A recent successful load test on a steel-fiber-reinforced-concrete beam, free of congestion-causing diagonal reinforcing steel, promises to positively impact constructibility of tall, moment-resisting frames in seismic zones. Using SFRC, engineers can reinforce high-aspect-ratio link beams, which span openings in shear walls, as regular beams, say the test’s researchers.

Steel-fiber-reinforced-concrete beam (above, rotated 90°) needs no diagonal reinforcement.
Photo: Gustavo J. Parra-Montesinos
Steel-fiber-reinforced-concrete beam (above, rotated 90°) needs no diagonal reinforcement.

“We have a design for which you do not need diagonal bars, and you can still achieve large drift capacity under very high shear forces,” says Gustavo J. Parra-Montesinos, the test’s lead researcher and a Dept. of Civil and Environmental Engineering professor at the University of Michigan, Ann Arbor. In the future, engineers will be able to use steel fibers to replace transverse reinforcement for confining concrete or shear strength in seismic applications, he says.
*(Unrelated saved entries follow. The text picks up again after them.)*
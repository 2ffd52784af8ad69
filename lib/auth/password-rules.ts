// What a password must be. Kept free of server-only imports so the forms can show the same rules.
import { z } from 'zod';

export const MIN_PASSWORD_LENGTH = 10;
// bcrypt ignores everything after the first 72 bytes; refusing longer passwords keeps that from being a
// silent surprise.
export const MAX_PASSWORD_BYTES = 72;

function utf8Length(s: string): number {
  return new TextEncoder().encode(s).length;
}

export const passwordSchema = z
  .string({ error: 'Password is required.' })
  .min(MIN_PASSWORD_LENGTH, `Password must be at least ${MIN_PASSWORD_LENGTH} characters.`)
  .refine((p) => utf8Length(p) <= MAX_PASSWORD_BYTES, {
    message: `Password must be at most ${MAX_PASSWORD_BYTES} bytes (bcrypt reads no further).`,
  });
Sponsored by the school and conducted on April 8, the test followed earlier tests on SFRC link beams made of the same concrete mix but with lower aspect ratios. Rotated 90° and tested to 9% drift and failure, the beam was 5 ft, 6 in. long and 1 ft, 8 in. high. The high aspect ratio was 3.3.

The specimen was designed so the shear-force demand would be close to the maximum allowable shear in the code. “We wanted a beam that really gets stressed—almost like the worst-case scenario,” says Parra-Montesinos.

The link-beam researchers think they also can eliminate diagonal rebar in somewhat lower-aspect-ratio link beams. They are seeking funds for more tests.